> **Task statement**: When you reach the line in the data below that contains "gain = thermal.solar_gain_w(year, encl)", please start repeating lines exactly, and stop after the line that contains "# Heat balance: heater", repeating nothing else.

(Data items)
####

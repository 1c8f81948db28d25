"""Lumped enclosure thermal model: analytic checks and behaviour."""

import dataclasses
import math

import numpy as np
import pytest
from hypothesis import given, settings
from hypothesis import strategies as st
from hypothesis.extra import numpy as hnp

from planner.climate import TypicalYear, load_climate
from planner.errors import InputError
from planner.thermal import battery as thermal
from planner.thermal import enclosures
from planner.thermal import lumped as lumped_thermal

N = 8760


def flat_year(temp_c=20.0, ghi=0.0, dni=0.0, dhi=0.0, lat=45.0):
    """A constant-weather year (inputs only; checks use analytic formulas)."""
    def full(v):
        return np.full(N, float(v)) if np.ndim(v) == 0 else np.asarray(v, float)

    return TypicalYear(name="flat", source="test", latitude_deg=lat, longitude_deg=0.0,
                       altitude_m=0.0, utc_offset_h=0.0, temp_air_c=full(temp_c),
                       ghi_w_m2=full(ghi), dni_w_m2=full(dni), dhi_w_m2=full(dhi),
                       wind_speed_m_s=full(2.0))


def test_step_response_is_the_analytic_exponential():
    # First-order lumped system, unit step at t = 0 from T = 0: T(t) = 1 - exp(-t/tau)
    # (Incropera & DeWitt, lumped capacitance, eq. 5.6). Hour means are the integral
    # of that curve over each hour: 1 - tau (e^(-k/tau) - e^(-(k+1)/tau)).
    tau = 5.0
    result = lumped_thermal.simulate_lumped(np.ones(48), tau, initial_c=0.0)
    k = np.arange(48)
    np.testing.assert_allclose(result.temp_end_c, 1 - np.exp(-(k + 1) / tau), rtol=1e-12)
    np.testing.assert_allclose(result.temp_mean_c,
                               1 - tau * (np.exp(-k / tau) - np.exp(-(k + 1) / tau)), rtol=1e-12)


def test_step_response_vectorised_across_sites():
    taus = np.array([0.5, 2.0, 30.0])
    result = lumped_thermal.simulate_lumped(np.ones((24, 3)), taus, initial_c=0.0)
    t = np.arange(1, 25)[:, None]
    np.testing.assert_allclose(result.temp_end_c, 1 - np.exp(-t / taus[None, :]), rtol=1e-12)


def test_steady_state_is_air_plus_gain_over_ua():
    # Energy balance at steady state: UA (T - T_air) = Q  ->  T = T_air + Q / UA.
    year = flat_year(20.0)
    result = thermal.battery_temperature(year, "cabinet-sun", internal_heat_w=30.0)
    ua = enclosures.ENCLOSURE_KINDS["cabinet-sun"].ua_w_k
    np.testing.assert_allclose(result.temp_battery_c, 20.0 + 30.0 / ua, rtol=1e-9)
    assert np.all(result.heater_power_w == 0) and np.all(result.hvac_power_w == 0)


def test_solar_gain_is_the_sol_air_heat_flow():
    # ASHRAE sol-air method: Q = U A alpha I / h_o. For a top-only enclosure the
    # horizontal surface receives GHI (isotropic model, tilt 0), so Q = UA alpha GHI / 17.
    rng = np.random.default_rng(1)
    ghi = np.clip(rng.normal(300, 200, N), 0, 1000)
    year = flat_year(10.0, ghi=ghi, dni=0.0, dhi=ghi)
    overrides = {"area_wall_m2": 0.0, "area_top_m2": 1.0, "ua_w_k": 6.0, "finish": "dark"}
    encl = enclosures.get_enclosure("cabinet-sun", overrides)
    gain = thermal.solar_gain_w(year, encl)
    np.testing.assert_allclose(gain, 6.0 * 0.90 * ghi / 17.0, rtol=1e-9)


def test_heater_holds_setpoint_and_reports_energy():
    # Holding 5 degC against -20 degC air needs UA * 25 K (steady energy balance).
    year = flat_year(-20.0)
    result = thermal.battery_temperature(year, "cabinet-shade", heater_setpoint_c=5.0,
                                         heater_power_w=1000.0)
    ua = enclosures.ENCLOSURE_KINDS["cabinet-shade"].ua_w_k
    np.testing.assert_allclose(result.temp_battery_c, 5.0, atol=1e-9)
    np.testing.assert_allclose(result.heater_power_w, ua * 25.0, rtol=1e-9)


def test_undersized_heater_runs_flat_out():
    # A 50 W heater lifts the steady temperature by 50 / UA only (energy balance).
    year = flat_year(-20.0)
    result = thermal.battery_temperature(year, "cabinet-shade", heater_setpoint_c=5.0)
    ua = enclosures.ENCLOSURE_KINDS["cabinet-shade"].ua_w_k
    np.testing.assert_allclose(result.heater_power_w, thermal.DEFAULT_HEATER_POWER_W)
    np.testing.assert_allclose(result.temp_battery_c, -20.0 + 50.0 / ua, rtol=1e-9)


def test_shelter_cooling_energy():
    # Shelter at 40 degC air, no sun: cooling removes UA (40 - 27) W of heat; the
    # electric power is that divided by the COP (definition of the coefficient of
    # performance).
    year = flat_year(40.0)
    shelter = enclosures.ENCLOSURE_KINDS["shelter"]
    result = thermal.battery_temperature(year, "shelter")
    np.testing.assert_allclose(result.temp_battery_c, shelter.hvac_cool_setpoint_c, atol=1e-9)
    expected = shelter.ua_w_k * (40.0 - shelter.hvac_cool_setpoint_c) / shelter.hvac_cool_cop
    np.testing.assert_allclose(result.hvac_power_w, expected, rtol=1e-9)


def test_shelter_heating_energy():
    year = flat_year(-15.0)
    shelter = enclosures.ENCLOSURE_KINDS["shelter"]
    result = thermal.battery_temperature(year, "shelter", internal_heat_w=100.0)
    np.testing.assert_allclose(result.temp_battery_c, shelter.hvac_heat_setpoint_c, atol=1e-9)
    # Heat balance: heater + internal gains = UA (T_set - T_air); COP 1 (resistance).
    expected = shelter.ua_w_k * (shelter.hvac_heat_setpoint_c + 15.0) - 100.0
    np.testing.assert_allclose(result.hvac_power_w, expected, rtol=1e-9)


def test_vault_follows_the_ground_at_depth():
    # A vault coupled only to the soil settles at the Kusuda-Achenbach temperature:
    # annual mean = surface mean, amplitude damped by exp(-z sqrt(pi/(alpha P))).
    days = (np.arange(N) + 0.5) / 24
    air = 5.0 - 15.0 * np.cos(2 * np.pi * (days - 20.0) / 365.0)
    year = flat_year(air)
    result = thermal.battery_temperature(year, "vault", overrides={"ua_w_k": 0.0, "depth_m": 2.0})
    alpha = enclosures.ENCLOSURE_KINDS["vault"].soil_diffusivity_m2_day
    damping = math.exp(-2.0 * math.sqrt(math.pi / (alpha * 365.0)))
    assert result.temp_battery_c.mean() == pytest.approx(5.0, abs=0.05)
    half_range = (result.temp_battery_c.max() - result.temp_battery_c.min()) / 2
    # The vault's own time constant (hours) barely damps an annual wave further.
    assert half_range == pytest.approx(15.0 * damping, rel=0.01)


def test_sun_warms_a_cabinet_and_shade_helps():
    year = load_climate("hot-desert")
    sun = thermal.battery_temperature(year, "cabinet-sun")
    shade = thermal.battery_temperature(year, "cabinet-shade")
    dark = thermal.battery_temperature(year, "cabinet-sun", overrides={"finish": "dark"})
    assert sun.temp_battery_c.mean() > year.temp_air_c.mean()
    assert shade.temp_battery_c.max() < sun.temp_battery_c.max() < dark.temp_battery_c.max()
    # Sun-exposed cabinets run some 5-15 K above air at peak (common practice).
    peak_rise = np.max(sun.temp_battery_c - year.temp_air_c)
    assert 3.0 < peak_rise < 25.0


def test_fleet_equals_single_sites():
    years = [load_climate("alpine"), load_climate("tmy3-greensboro-nc"), load_climate("alpine")]
    kinds = ["vault", "cabinet-sun", "shelter"]
    fleet = thermal.battery_temperature_fleet(years, kinds, internal_heat_w=np.array([0, 10, 50]),
                                              heater_setpoint_c=np.array([np.nan, 0.0, np.nan]))
    for j, (year, kind) in enumerate(zip(years, kinds)):
        single = thermal.battery_temperature(
            year, kind, internal_heat_w=[0, 10, 50][j],
            heater_setpoint_c=None if j != 1 else 0.0)
        np.testing.assert_allclose(fleet.temp_battery_c[:, j], single.temp_battery_c, atol=1e-8)
        np.testing.assert_allclose(fleet.heater_power_w[:, j], single.heater_power_w, atol=1e-6)


def test_periodic_start():
    # The year starts in its periodic state: restarting from the year-end state
    # reproduces the same year (to well below 1 mK).
    year = load_climate("mediterranean")
    encl = enclosures.get_enclosure("vault")
    eq = thermal.equilibrium_temp_c(year, encl)
    first = lumped_thermal.simulate_lumped(eq, encl.tau_h)
    again = lumped_thermal.simulate_lumped(eq, encl.tau_h, initial_c=first.temp_end_c[-1])
    np.testing.assert_allclose(again.temp_mean_c, first.temp_mean_c, atol=1e-3)


@settings(max_examples=40, deadline=None)
@given(drive=hnp.arrays(np.float64, st.integers(48, 400),
                        elements=st.floats(-40, 60, allow_nan=False)),
       tau=st.floats(0.2, 4.0))
def test_mean_of_a_periodic_linear_response_equals_mean_drive(drive, tau):
    # For a stable linear first-order system in periodic steady state, the time
    # average of dT/dt is zero, so mean(T) = mean(T_eq) (integrate the ODE over a period).
    result = lumped_thermal.simulate_lumped(drive, tau)
    assert result.temp_mean_c.mean() == pytest.approx(drive.mean(), abs=1e-3 * (1 + np.ptp(drive)))
    # And the response never leaves the range of its drive (maximum principle).
    assert result.temp_mean_c.max() <= drive.max() + 1e-9
    assert result.temp_mean_c.min() >= drive.min() - 1e-9


def test_enclosure_kinds_and_errors():
    assert list(enclosures.ENCLOSURE_KINDS) == ["cabinet-sun", "cabinet-shade", "vault", "shelter"]
    for kind in enclosures.ENCLOSURE_KINDS.values():
        assert dict(kind.sources), kind.kind   # every kind documents its sources
        assert kind.tau_h > 0
    with pytest.raises(InputError, match="did you mean 'cabinet-sun'"):
        enclosures.get_enclosure("cabinet_sun")
    with pytest.raises(InputError, match="did you mean 'thermal_mass_j_k'"):
        enclosures.get_enclosure("vault", {"thermal_mass_jk": 1e5})
    with pytest.raises(InputError, match="expected a number from 0 to 1"):
        enclosures.get_enclosure("vault", {"absorptance_frac": 2})
    with pytest.raises(InputError, match="internal_heat_w"):
        thermal.battery_temperature_fleet([flat_year()], ["vault"], internal_heat_w=np.array([-5.0]))
    with pytest.raises(InputError, match="heater_setpoint_c"):
        thermal.battery_temperature_fleet([flat_year()], ["vault"],
                                          heater_setpoint_c=np.array([90.0]))
    with pytest.raises(InputError, match="expected 1 or 8760"):
        thermal.battery_temperature(flat_year(), internal_heat_w=np.zeros(10))


def test_compiled_hour_loops_give_the_numpy_loops_bits(monkeypatch):
    # The exact lumped step (Incropera & DeWitt, lumped capacitance, eq. 5.6) run by the
    # compiled loops of planner.thermal._kernels must be the numpy loops' numbers bit for
    # bit: plans must not change with numba installed or not.
    from planner.thermal import _kernels as tk
    if tk.LINEAR is None:
        pytest.skip("numba not installed")
    rng = np.random.default_rng(3)
    temp_eq = 10.0 + 15.0 * rng.standard_normal((24 * 40, 5))
    kwargs = dict(ua_w_k=np.array([1.5, 2.0, 0.7, 3.0, 1.1]),
                  heater_setpoint_c=np.array([5.0, np.nan, 8.0, 5.0, np.nan]),
                  heater_max_w=np.array([20.0, 0.0, 5.0, 40.0, 0.0]),
                  cool_setpoint_c=np.array([np.nan, np.nan, 30.0, 28.0, np.nan]),
                  cool_max_w=50.0)
    tau = np.array([8.0, 20.0, 3.0, 12.0, 30.0])
    compiled = [lumped_thermal.simulate_lumped(temp_eq, tau, **kwargs),
                lumped_thermal.simulate_lumped(temp_eq, tau, ua_w_k=2.0)]
    monkeypatch.setattr(tk, "LINEAR", None)
    monkeypatch.setattr(tk, "THERMOSTAT", None)
    numpy_loops = [lumped_thermal.simulate_lumped(temp_eq, tau, **kwargs),
                   lumped_thermal.simulate_lumped(temp_eq, tau, ua_w_k=2.0)]
    for got, want in zip(compiled, numpy_loops):
        for a, b in zip(dataclasses.astuple(got), dataclasses.astuple(want)):
            np.testing.assert_array_equal(a, b)
    assert np.any(compiled[0].heater_w > 0) and np.any(compiled[0].cool_w > 0)


def test_enclosure_irradiance_of_many_sites_equals_the_per_surface_transposition():
    # Closed form for four walls at right angles (sum of max(cos AOI, 0) over the four
    # azimuths = |cos dA| + |sin dA| for vertical walls; Liu & Jordan isotropic sky) against
    # pvlib's get_total_irradiance surface by surface (surface_irradiance_w_m2).
    import dataclasses

    from planner.climate import load_climate
    from planner.climate.relocation import Place, relocate_years
    from planner.thermal.battery import enclosure_flux_many_w, surface_irradiance_w_m2
    from planner.thermal.enclosures import get_enclosure

    base = load_climate("tmy3-greensboro-nc")
    years = relocate_years([base, base], [Place(-30.0, 20.0, 100.0, 1.0), Place(60.0, 10.0, 0.0, 1.0)])
    kinds = [dataclasses.replace(get_enclosure("cabinet-sun"), azimuth_deg=35.0),
             get_enclosure("cabinet-shade")]
    many = enclosure_flux_many_w(years, kinds)
    for j, (year, e) in enumerate(zip(years, kinds)):
        kw = dict(beam_shading_frac=e.beam_shading_frac, sky_view_frac=e.sky_view_frac)
        one = e.area_top_m2 * surface_irradiance_w_m2(year, 0.0, 180.0, **kw)
        for turn in (0.0, 90.0, 180.0, 270.0):
            one = one + e.area_wall_m2 * surface_irradiance_w_m2(
                year, 90.0, (e.azimuth_deg + turn) % 360.0, **kw)
        np.testing.assert_allclose(many[:, j], one, rtol=1e-9, atol=1e-9)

####

> **Answer below**:
    gain = thermal.solar_gain_w(year, encl)
    np.testing.assert_allclose(gain, 6.0 * 0.90 * ghi / 17.0, rtol=1e-9)


def test_heater_holds_setpoint_and_reports_energy():
    # Holding 5 degC against -20 degC air needs UA * 25 K (steady energy balance).
    year = flat_year(-20.0)
    result = thermal.battery_temperature(year, "cabinet-shade", heater_setpoint_c=5.0,
                                         heater_power_w=1000.0)
    ua = enclosures.ENCLOSURE_KINDS["cabinet-shade"].ua_w_k
    np.testing.assert_allclose(result.temp_battery_c, 5.0, atol=1e-9)
    np.testing.assert_allclose(result.heater_power_w, ua * 25.0, rtol=1e-9)


def test_undersized_heater_runs_flat_out():
    # A 50 W heater lifts the steady temperature by 50 / UA only (energy balance).
    year = flat_year(-20.0)
    result = thermal.battery_temperature(year, "cabinet-shade", heater_setpoint_c=5.0)
    ua = enclosures.ENCLOSURE_KINDS["cabinet-shade"].ua_w_k
    np.testing.assert_allclose(result.heater_power_w, thermal.DEFAULT_HEATER_POWER_W)
    np.testing.assert_allclose(result.temp_battery_c, -20.0 + 50.0 / ua, rtol=1e-9)


def test_shelter_cooling_energy():
    # Shelter at 40 degC air, no sun: cooling removes UA (40 - 27) W of heat; the
    # electric power is that divided by the COP (definition of the coefficient of
    # performance).
    year = flat_year(40.0)
    shelter = enclosures.ENCLOSURE_KINDS["shelter"]
    result = thermal.battery_temperature(year, "shelter")
    np.testing.assert_allclose(result.temp_battery_c, shelter.hvac_cool_setpoint_c, atol=1e-9)
    expected = shelter.ua_w_k * (40.0 - shelter.hvac_cool_setpoint_c) / shelter.hvac_cool_cop
    np.testing.assert_allclose(result.hvac_power_w, expected, rtol=1e-9)


def test_shelter_heating_energy():
    year = flat_year(-15.0)
    shelter = enclosures.ENCLOSURE_KINDS["shelter"]
    result = thermal.battery_temperature(year, "shelter", internal_heat_w=100.0)
    np.testing.assert_allclose(result.temp_battery_c, shelter.hvac_heat_setpoint_c, atol=1e-9)
    # Heat balance: heater + internal gains = UA (T_set - T_air); COP 1 (resistance).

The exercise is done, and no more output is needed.